§ TASK STATEMENT
For the data below, report how many lines include the word "Monte", and write nothing else.

§ PROVIDED DATA
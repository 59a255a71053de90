"""Steady responses of the layered column to unit boundary signals and sources.

The modal engine writes the solution as  u = sum_k b_k phi_k(z) + sum_n a_n(t) e^A psi_n,
where phi_k is the steady response to boundary signal k (top value, bottom value, the
layer sources).  Each phi_k solves, per layer in u = C / kappa,

    -(k u')' + q u' + (m + eps a) u = sigma        (k = theta D kappa, a = theta R kappa)

with the boundary rows of :class:`transport.solvers.modal.spectrum.Operator`, continuity of u and of
k u' at the faces.  ``eps`` is 0 when the column has a steady state; where it has none
(no decay, fluxes prescribed at both ends) a positive ``eps`` gives a smooth lifting with
the same eigenfunctions (the shift only moves every eigenvalue by eps), as described in
the project design notes.

The solution on each layer is exact: exponentials e^{r s} with
r = (q +- sqrt(q^2 + 4 k (m + eps a))) / (2k) in a basis bounded by one on the layer (so
high Peclet numbers never overflow) plus a particular solution for the source.  The
2N unknowns solve one banded system (scipy.linalg.solve_banded).
"""
from __future__ import annotations

from dataclasses import dataclass

import numpy as np
from scipy.linalg import solve_banded

from transport.solvers.modal.operator import Operator

__all__ = ["SteadyResponses", "steady_responses", "steady_shift", "steady_responses_many", "evaluate_many"]


@dataclass(frozen=True)
class SteadyResponses:
    """Coefficients of the steady responses; columns: 0 top, 1 bottom, 2 + i the source
    of layer i.

    Column 0 solves the top row  alpha_u u + beta_u k u' = 1  with a homogeneous bottom
    row (and no source), column 1 the converse; the physical lifting for a boundary
    value g is gamma g times that column.  Columns 0 and 1 are therefore also the two
    homogeneous solutions that satisfy the bottom and the top condition respectively.
    """

    op: Operator
    eps: float
    r_minus: np.ndarray  # (N,)
    r_plus: np.ndarray
    exp_form: np.ndarray  # bool (N,): second basis function e^{r+(s-l)}
    c1: np.ndarray  # (N, K)
    c2: np.ndarray  # (N, K)
    m_eff: np.ndarray

    def evaluate(self, z):
        """u and k u' of each response at depths z: arrays (z.size, K), K = N + 2."""
        return evaluate_many([self], z)[0]

    def layer_sums(self, z, w):
        """sum of w_q u(z_q) over the depths z_q in each layer: (N, K), without forming
        u at every depth (u is c1 f1 + c2 f2 plus the source's particular solution on
        each layer)."""
        op = self.op
        N = op.n_layers
        z = np.atleast_1d(np.asarray(z, dtype=float))
        lay = np.clip(np.searchsorted(op.z, z, side="right") - 1, 0, N - 1)
        f1, _, f2, _, pp, _ = _basis(self, lay, z - op.z[lay])
        s1 = np.bincount(lay, weights=w * f1, minlength=N)
        s2 = np.bincount(lay, weights=w * f2, minlength=N)
        sp = np.bincount(lay, weights=w * pp, minlength=N)
        out = self.c1 * s1[:, None] + self.c2 * s2[:, None]
        out[np.arange(N), 2 + np.arange(N)] += op.source * sp
        return out


def _roots(q, k, m_eff):
    """(r-, r+) per layer: the roots of k r^2 - q r - m_eff = 0 in the forms without
    cancellation for the flow direction; ``q`` a float or an array broadcasting
    against k (one flux per column of a batch: both forms are computed, each column
    takes its own, element by element as for a lone column)."""
    sq = np.sqrt(q * q + 4.0 * k * m_eff)
    with np.errstate(divide="ignore", invalid="ignore", over="ignore"):
        rp_down = (q + sq) / (2 * k)
        rm_down = np.where(q + sq > 0, -2.0 * m_eff / np.where(q + sq > 0, q + sq, 1.0), 0.0)
        rm_up = (q - sq) / (2 * k)
        rp_up = np.where(sq - q > 0, 2.0 * m_eff / np.where(sq - q > 0, sq - q, 1.0), 0.0)
    down = np.asarray(q) >= 0
    return np.where(down, rm_down, rm_up), np.where(down, rp_down, rp_up)


def _basis(resp, lay, s):
    """Basis functions, derivatives and the particular solution P (unit sigma) at local
    depths s in layers ``lay`` (an index array of the size of s, or one layer index)."""
    s = np.asarray(s, dtype=float)
    lay = np.broadcast_to(np.asarray(lay), s.shape)
    op = resp.op
    return _basis_of(op.thickness[lay], resp.r_minus[lay], resp.r_plus[lay],
                     resp.exp_form[lay], resp.m_eff[lay], op.k[lay], op.q, s)


def _basis_of(l, rm, rp, expo, me, k, q, s):
    """:func:`_basis` from the layer values at each depth (arrays of the shape of s;
    ``q`` a float or an array broadcasting against them, one flux per column)."""
    f1 = np.exp(rm * s)
    d1 = rm * f1
    delta = rp - rm
    pos = delta > 0
    with np.errstate(over="ignore", invalid="ignore"):
        # e^{r+ (s - l)} where (r+ - r-) l > 1; elsewhere the bounded difference form
        # e^{r- s} (e^{delta s} - 1) / delta (delta l <= 1), or s e^{r- s} at delta = 0
        f2_e = np.exp(np.where(expo, rp * (s - l), 0.0))
        f2_d = f1 * np.where(pos, np.expm1(np.where(expo, 0.0, delta * s))
                             / np.where(pos, delta, 1.0), s)
        d2_d = rm * f2_d + np.exp(np.where(expo, 0.0, rp * s))
    f2 = np.where(expo, f2_e, f2_d)
    d2 = np.where(expo, rp * f2_e, d2_d)
    flow = np.asarray(q) != 0
    with np.errstate(divide="ignore", invalid="ignore"):
        p_flow = np.where(flow, s / q, -s * s / (2 * k))
        dp_flow = np.where(flow, np.full_like(s, 1.0) * (np.float64(1.0) / q), -s / k)
    react = me > 0
    pp = np.where(react, 1.0 / np.where(react, me, 1.0), p_flow)
    dp = np.where(react, 0.0, dp_flow)
    return f1, d1, f2, d2, pp, dp


def steady_responses(op: Operator, eps: float = 0.0) -> SteadyResponses:
    """Steady responses to a unit top value, unit bottom value and the layer sources."""
    return steady_responses_many([op], [eps])[0]


def _stack(ops, name):
    return np.stack([getattr(op, name) for op in ops])


def steady_responses_many(ops, eps) -> list:
    """[:func:`steady_responses` (op, e) for op, e in zip(ops, eps)] for operators with
    the same number of layers (a boring's Monte Carlo columns), computed side by side:
    the same arithmetic element by element, and the banded systems solved as ONE
    block-diagonal banded system in one LAPACK call (its band is the same, the entries
    coupling neighbouring blocks are zero: a zero candidate is never chosen as a pivot
    over a nonzero one and every update a block receives from another is a zero
    multiple, so each block's LU and solution are those of its own call, to the bit;
    as :func:`transport.solvers.laplace.transfer._solve_banded`).  A failed or
    non-finite batch solve is redone one operator at a time: the first operator that
    has no steady response raises the error of its own call."""
    R = len(ops)
    N = ops[0].n_layers
    if any(op.n_layers != N for op in ops):
        return [steady_responses_many([op], [e])[0] for op, e in zip(ops, eps)]
    k, a, m, l, src = (_stack(ops, name) for name in ("k", "a", "m", "thickness", "source"))
    q = np.array([op.q for op in ops])[:, None]
    m_eff = m + np.asarray(eps, dtype=float)[:, None] * a
    rm, rp = _roots(q, k, m_eff)
    exp_form = (rp - rm) * l > 1.0
    K = N + 2
    n = 2 * N
    # the basis at both ends of every layer (columns 2i and 2i + 1: top and bottom)
    lay = np.repeat(np.arange(N), 2)
    ends_s = np.stack([np.column_stack([np.zeros(N), row]).ravel() for row in l])
    f1, d1, f2, d2, pp, dp = _basis_of(l[:, lay], rm[:, lay], rp[:, lay], exp_form[:, lay],
                                       m_eff[:, lay], k[:, lay], q, ends_s)
    kk, ss = k[:, lay], src[:, lay]
    d1, d2 = d1 * kk, d2 * kk  # k f' at the ends
    pp, dp = pp * ss, dp * kk * ss
    ab = np.zeros((R, 5, n))  # bands: u=2, l=2 ; ab[:, 2 + r - c, c] = A[r, c]
    rhs = np.zeros((R, n, K))

    def put(r, c, val):
        ab[:, 2 + r - c, c] = val

    # top row
    al, be = (np.array([op.top_u[j] for op in ops]) for j in (0, 1))
    sc = 1.0 / np.maximum(np.maximum(np.abs(al), np.abs(be) * k[:, 0] / l[:, 0]), 1e-300)
    put(0, 0, sc * (al * f1[:, 0] + be * d1[:, 0]))
    put(0, 1, sc * (al * f2[:, 0] + be * d2[:, 0]))
    rhs[:, 0, 0] = sc
    rhs[:, 0, 2] = -sc * (al * pp[:, 0] + be * dp[:, 0])  # layer 0 source
    for i in range(N - 1):
        bot, top = 2 * i + 1, 2 * i + 2  # the bottom of layer i, the top of layer i + 1
        r1, r2 = 2 * i + 1, 2 * i + 2
        c0 = 2 * i
        put(r1, c0, f1[:, bot])
        put(r1, c0 + 1, f2[:, bot])
        put(r1, c0 + 2, -f1[:, top])
        put(r1, c0 + 3, -f2[:, top])
        rhs[:, r1, 2 + i] = -pp[:, bot]
        rhs[:, r1, 3 + i] = pp[:, top]
        fs = 1.0 / np.maximum(np.maximum(k[:, i] / l[:, i], k[:, i + 1] / l[:, i + 1]),
                              np.abs(q[:, 0]))
        put(r2, c0, fs * d1[:, bot])
        put(r2, c0 + 1, fs * d2[:, bot])
        put(r2, c0 + 2, -fs * d1[:, top])
        put(r2, c0 + 3, -fs * d2[:, top])
        rhs[:, r2, 2 + i] = -fs * dp[:, bot]
        rhs[:, r2, 3 + i] = fs * dp[:, top]
    al, be = (np.array([op.bottom_u[j] for op in ops]) for j in (0, 1))
    sc = 1.0 / np.maximum(np.maximum(np.abs(al), np.abs(be) * k[:, -1] / l[:, -1]), 1e-300)
    r = n - 1
    put(r, n - 2, sc * (al * f1[:, -1] + be * d1[:, -1]))
    put(r, n - 1, sc * (al * f2[:, -1] + be * d2[:, -1]))
    rhs[:, r, 1] = sc
    rhs[:, r, 1 + N] = -sc * (al * pp[:, -1] + be * dp[:, -1])  # last layer source
    sol = None
    if R > 1 and np.isfinite(ab).all() and np.isfinite(rhs).all():
        try:
            sol = solve_banded((2, 2), np.concatenate(list(ab), axis=1),
                               rhs.reshape(R * n, K)).reshape(R, n, K)
        except np.linalg.LinAlgError:
            sol = None
        if sol is not None and not np.isfinite(sol).all():
            sol = None
    out = []
    for j, op in enumerate(ops):
        s_j = sol[j] if sol is not None else solve_banded((2, 2), ab[j], rhs[j])
        if not np.all(np.isfinite(s_j)):
            raise ArithmeticError("steady response is not finite: the column has no steady "
                                  "state for these boundaries")
        out.append(SteadyResponses(op, float(eps[j]), rm[j], rp[j], exp_form[j], s_j[0::2],
                                   s_j[1::2], m_eff[j]))
    return out


def evaluate_many(resps, z) -> list:
    """[r.evaluate(z) for r in resps]: u and k u' of each column's responses at depths
    z, for columns with the same layer faces (a boring's Monte Carlo columns) side by
    side, element by element as each alone (others one at a time)."""
    z = np.atleast_1d(np.asarray(z, dtype=float))
    op0 = resps[0].op
    if any(not np.array_equal(r.op.z, op0.z) for r in resps):
        return [evaluate_many([r], z)[0] for r in resps]
    lay = np.clip(np.searchsorted(op0.z, z, side="right") - 1, 0, op0.n_layers - 1)
    s = z - op0.z[lay]
    q = np.array([r.op.q for r in resps])[:, None]

    def at(name, owner="resp"):
        return np.stack([getattr(r if owner == "resp" else r.op, name)[lay] for r in resps])
    f1, d1, f2, d2, pp, dp = _basis_of(at("thickness", "op"), at("r_minus"), at("r_plus"),
                                       at("exp_form"), at("m_eff"), at("k", "op"), q,
                                       np.broadcast_to(s, (len(resps), z.size)))
    rows = np.arange(z.size)
    out = []
    for j, r in enumerate(resps):
        u = f1[j][:, None] * r.c1[lay] + f2[j][:, None] * r.c2[lay]
        du = d1[j][:, None] * r.c1[lay] + d2[j][:, None] * r.c2[lay]
        u[rows, 2 + lay] += r.op.source[lay] * pp[j]
        du[rows, 2 + lay] += r.op.source[lay] * dp[j]
        out.append((u, r.op.k[lay][:, None] * du))
    return out


def steady_shift(lam) -> float:
    """The shift eps of the steady responses: |lambda_1| where lambda_0 is zero (no
    steady state), else 0."""
    lam1 = lam[1] if lam.size > 1 else abs(lam[0]) + 1.0
    return abs(lam1) if lam[0] <= 1e-9 * max(abs(lam1), 1e-300) else 0.0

§ RESPONSE AREA
2